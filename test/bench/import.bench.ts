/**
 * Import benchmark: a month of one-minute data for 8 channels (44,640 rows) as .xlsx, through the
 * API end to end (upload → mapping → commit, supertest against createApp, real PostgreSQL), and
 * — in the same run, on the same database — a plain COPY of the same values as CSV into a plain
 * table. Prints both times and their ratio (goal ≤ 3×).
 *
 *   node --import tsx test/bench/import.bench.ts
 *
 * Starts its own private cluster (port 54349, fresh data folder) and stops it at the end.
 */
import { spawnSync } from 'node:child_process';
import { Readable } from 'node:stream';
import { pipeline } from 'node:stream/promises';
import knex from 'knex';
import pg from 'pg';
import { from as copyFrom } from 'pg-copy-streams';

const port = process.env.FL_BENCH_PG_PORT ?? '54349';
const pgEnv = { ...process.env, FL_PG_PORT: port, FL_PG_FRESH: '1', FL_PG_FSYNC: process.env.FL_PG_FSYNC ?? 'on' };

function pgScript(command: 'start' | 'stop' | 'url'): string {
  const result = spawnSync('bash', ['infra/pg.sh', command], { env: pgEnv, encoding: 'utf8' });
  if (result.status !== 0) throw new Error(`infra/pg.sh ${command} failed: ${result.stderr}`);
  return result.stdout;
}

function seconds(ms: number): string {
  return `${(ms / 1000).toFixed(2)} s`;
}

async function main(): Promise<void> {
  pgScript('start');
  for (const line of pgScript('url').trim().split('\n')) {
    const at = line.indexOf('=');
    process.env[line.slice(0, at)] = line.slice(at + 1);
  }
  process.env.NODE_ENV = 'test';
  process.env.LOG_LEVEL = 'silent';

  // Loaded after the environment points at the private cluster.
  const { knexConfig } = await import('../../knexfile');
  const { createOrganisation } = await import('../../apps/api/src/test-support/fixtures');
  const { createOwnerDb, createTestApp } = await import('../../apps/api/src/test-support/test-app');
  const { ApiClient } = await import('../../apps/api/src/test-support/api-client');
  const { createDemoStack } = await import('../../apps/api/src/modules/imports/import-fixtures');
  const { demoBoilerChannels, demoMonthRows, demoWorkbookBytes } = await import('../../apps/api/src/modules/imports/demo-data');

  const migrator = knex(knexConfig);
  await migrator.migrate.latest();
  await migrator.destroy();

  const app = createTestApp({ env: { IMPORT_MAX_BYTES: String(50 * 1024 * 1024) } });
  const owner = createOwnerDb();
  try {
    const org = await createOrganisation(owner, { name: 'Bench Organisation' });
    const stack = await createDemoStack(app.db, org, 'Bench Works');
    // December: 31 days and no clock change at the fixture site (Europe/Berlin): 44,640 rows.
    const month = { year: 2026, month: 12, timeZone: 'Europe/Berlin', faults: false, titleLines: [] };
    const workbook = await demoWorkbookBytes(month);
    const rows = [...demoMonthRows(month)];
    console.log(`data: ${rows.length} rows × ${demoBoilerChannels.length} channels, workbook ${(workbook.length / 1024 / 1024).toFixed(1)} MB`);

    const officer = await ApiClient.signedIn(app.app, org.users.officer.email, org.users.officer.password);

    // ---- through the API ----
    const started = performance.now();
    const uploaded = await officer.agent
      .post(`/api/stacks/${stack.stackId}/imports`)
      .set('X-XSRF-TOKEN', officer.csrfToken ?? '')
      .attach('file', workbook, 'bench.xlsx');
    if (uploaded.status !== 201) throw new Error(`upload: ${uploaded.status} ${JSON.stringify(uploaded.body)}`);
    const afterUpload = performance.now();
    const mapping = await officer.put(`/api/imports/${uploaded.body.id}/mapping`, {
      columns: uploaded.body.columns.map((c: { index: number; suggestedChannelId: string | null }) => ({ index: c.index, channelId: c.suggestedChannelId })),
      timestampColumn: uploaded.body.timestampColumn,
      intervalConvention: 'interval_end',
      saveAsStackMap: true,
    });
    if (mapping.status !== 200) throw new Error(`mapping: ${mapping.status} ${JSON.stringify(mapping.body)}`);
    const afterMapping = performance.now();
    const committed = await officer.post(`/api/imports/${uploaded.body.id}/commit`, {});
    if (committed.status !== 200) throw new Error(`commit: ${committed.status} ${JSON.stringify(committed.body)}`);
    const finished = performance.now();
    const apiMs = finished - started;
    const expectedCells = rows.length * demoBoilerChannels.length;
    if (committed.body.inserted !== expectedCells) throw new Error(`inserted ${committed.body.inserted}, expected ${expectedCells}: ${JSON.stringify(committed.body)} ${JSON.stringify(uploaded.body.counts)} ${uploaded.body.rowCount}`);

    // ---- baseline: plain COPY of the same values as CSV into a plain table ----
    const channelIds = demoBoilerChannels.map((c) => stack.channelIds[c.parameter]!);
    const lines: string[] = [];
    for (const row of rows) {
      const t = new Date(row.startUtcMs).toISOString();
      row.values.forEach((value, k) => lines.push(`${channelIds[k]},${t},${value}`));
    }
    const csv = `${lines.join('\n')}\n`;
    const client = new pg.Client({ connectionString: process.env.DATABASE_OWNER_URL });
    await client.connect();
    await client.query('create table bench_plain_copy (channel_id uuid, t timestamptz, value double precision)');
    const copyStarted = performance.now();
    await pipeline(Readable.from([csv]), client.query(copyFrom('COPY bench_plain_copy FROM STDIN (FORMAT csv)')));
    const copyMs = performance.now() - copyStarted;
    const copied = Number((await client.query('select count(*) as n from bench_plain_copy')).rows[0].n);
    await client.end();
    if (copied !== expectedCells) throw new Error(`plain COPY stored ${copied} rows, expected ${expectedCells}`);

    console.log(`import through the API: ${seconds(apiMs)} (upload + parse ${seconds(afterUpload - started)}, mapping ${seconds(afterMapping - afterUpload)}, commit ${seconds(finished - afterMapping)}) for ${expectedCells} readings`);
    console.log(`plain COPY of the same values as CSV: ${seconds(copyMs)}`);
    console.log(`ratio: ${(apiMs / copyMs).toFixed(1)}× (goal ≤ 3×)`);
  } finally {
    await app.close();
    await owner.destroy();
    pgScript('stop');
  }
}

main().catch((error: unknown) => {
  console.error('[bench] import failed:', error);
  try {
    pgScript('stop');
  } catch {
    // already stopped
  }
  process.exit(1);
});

++++++++++

INSTRUCTIONS TO FOLLOW: After the last line, print all the entries once again, unchanged.

ANSWER FOR THIS EXERCISE:
filename test/bench/import.bench.ts
/**
 * Import benchmark: a month of one-minute data for 8 channels (44,640 rows) as .xlsx, through the
 * API end to end (upload → mapping → commit, supertest against createApp, real PostgreSQL), and
 * — in the same run, on the same database — a plain COPY of the same values as CSV into a plain
 * table. Prints both times and their ratio (goal ≤ 3×).
 *
 *   node --import tsx test/bench/import.bench.ts
 *
 * Starts its own private cluster (port 54349, fresh data folder) and stops it at the end.
 */
import { spawnSync } from 'node:child_process';
import { Readable } from 'node:stream';
import { pipeline } from 'node:stream/promises';
import knex from 'knex';
import pg from 'pg';
import { from as copyFrom } from 'pg-copy-streams';

const port = process.env.FL_BENCH_PG_PORT ?? '54349';
const pgEnv = { ...process.env, FL_PG_PORT: port, FL_PG_FRESH: '1', FL_PG_FSYNC: process.env.FL_PG_FSYNC ?? 'on' };

function pgScript(command: 'start' | 'stop' | 'url'): string {
  const result = spawnSync('bash', ['infra/pg.sh', command], { env: pgEnv, encoding: 'utf8' });
  if (result.status !== 0) throw new Error(`infra/pg.sh ${command} failed: ${result.stderr}`);
  return result.stdout;
}

function seconds(ms: number): string {
  return `${(ms / 1000).toFixed(2)} s`;
}

async function main(): Promise<void> {
  pgScript('start');
  for (const line of pgScript('url').trim().split('\n')) {
    const at = line.indexOf('=');
    process.env[line.slice(0, at)] = line.slice(at + 1);
  }
  process.env.NODE_ENV = 'test';
  process.env.LOG_LEVEL = 'silent';

  // Loaded after the environment points at the private cluster.
  const { knexConfig } = await import('../../knexfile');
  const { createOrganisation } = await import('../../apps/api/src/test-support/fixtures');
  const { createOwnerDb, createTestApp } = await import('../../apps/api/src/test-support/test-app');
  const { ApiClient } = await import('../../apps/api/src/test-support/api-client');
  const { createDemoStack } = await import('../../apps/api/src/modules/imports/import-fixtures');
  const { demoBoilerChannels, demoMonthRows, demoWorkbookBytes } = await import('../../apps/api/src/modules/imports/demo-data');

  const migrator = knex(knexConfig);
  await migrator.migrate.latest();
  await migrator.destroy();

  const app = createTestApp({ env: { IMPORT_MAX_BYTES: String(50 * 1024 * 1024) } });
  const owner = createOwnerDb();
  try {
    const org = await createOrganisation(owner, { name: 'Bench Organisation' });
    const stack = await createDemoStack(app.db, org, 'Bench Works');
    // December: 31 days and no clock change at the fixture site (Europe/Berlin): 44,640 rows.
    const month = { year: 2026, month: 12, timeZone: 'Europe/Berlin', faults: false, titleLines: [] };
    const workbook = await demoWorkbookBytes(month);
    const rows = [...demoMonthRows(month)];
    console.log(`data: ${rows.length} rows × ${demoBoilerChannels.length} channels, workbook ${(workbook.length / 1024 / 1024).toFixed(1)} MB`);

    const officer = await ApiClient.signedIn(app.app, org.users.officer.email, org.users.officer.password);

    // ---- through the API ----
    const started = performance.now();
    const uploaded = await officer.agent
      .post(`/api/stacks/${stack.stackId}/imports`)
      .set('X-XSRF-TOKEN', officer.csrfToken ?? '')
      .attach('file', workbook, 'bench.xlsx');
    if (uploaded.status !== 201) throw new Error(`upload: ${uploaded.status} ${JSON.stringify(uploaded.body)}`);
    const afterUpload = performance.now();
    const mapping = await officer.put(`/api/imports/${uploaded.body.id}/mapping`, {
      columns: uploaded.body.columns.map((c: { index: number; suggestedChannelId: string | null }) => ({ index: c.index, channelId: c.suggestedChannelId })),
      timestampColumn: uploaded.body.timestampColumn,
      intervalConvention: 'interval_end',
      saveAsStackMap: true,
    });
    if (mapping.status !== 200) throw new Error(`mapping: ${mapping.status} ${JSON.stringify(mapping.body)}`);
    const afterMapping = performance.now();
    const committed = await officer.post(`/api/imports/${uploaded.body.id}/commit`, {});
    if (committed.status !== 200) throw new Error(`commit: ${committed.status} ${JSON.stringify(committed.body)}`);
    const finished = performance.now();
    const apiMs = finished - started;
    const expectedCells = rows.length * demoBoilerChannels.length;
    if (committed.body.inserted !== expectedCells) throw new Error(`inserted ${committed.body.inserted}, expected ${expectedCells}: ${JSON.stringify(committed.body)} ${JSON.stringify(uploaded.body.counts)} ${uploaded.body.rowCount}`);

    // ---- baseline: plain COPY of the same values as CSV into a plain table ----
    const channelIds = demoBoilerChannels.map((c) => stack.channelIds[c.parameter]!);
    const lines: string[] = [];
    for (const row of rows) {
      const t = new Date(row.startUtcMs).toISOString();
      row.values.forEach((value, k) => lines.push(`${channelIds[k]},${t},${value}`));
    }
    const csv = `${lines.join('\n')}\n`;
    const client = new pg.Client({ connectionString: process.env.DATABASE_OWNER_URL });
    await client.connect();
    await client.query('create table bench_plain_copy (channel_id uuid, t timestamptz, value double precision)');
    const copyStarted = performance.now();
    await pipeline(Readable.from([csv]), client.query(copyFrom('COPY bench_plain_copy FROM STDIN (FORMAT csv)')));
    const copyMs = performance.now() - copyStarted;
    const copied = Number((await client.query('select count(*) as n from bench_plain_copy')).rows[0].n);
    await client.end();
    if (copied !== expectedCells) throw new Error(`plain COPY stored ${copied} rows, expected ${expectedCells}`);

    console.log(`import through the API: ${seconds(apiMs)} (upload + parse ${seconds(afterUpload - started)}, mapping ${seconds(afterMapping - afterUpload)}, commit ${seconds(finished - afterMapping)}) for ${expectedCells} readings`);
    console.log(`plain COPY of the same values as CSV: ${seconds(copyMs)}`);
    console.log(`ratio: ${(apiMs / copyMs).toFixed(1)}× (goal ≤ 3×)`);
  } finally {
    await app.close();
    await owner.destroy();
    pgScript('stop');
  }
}

main().catch((error: unknown) => {
  console.error('[bench] import failed:', error);
  try {
    pgScript('stop');
  } catch {
    // already stopped
  }
  process.exit(1);
});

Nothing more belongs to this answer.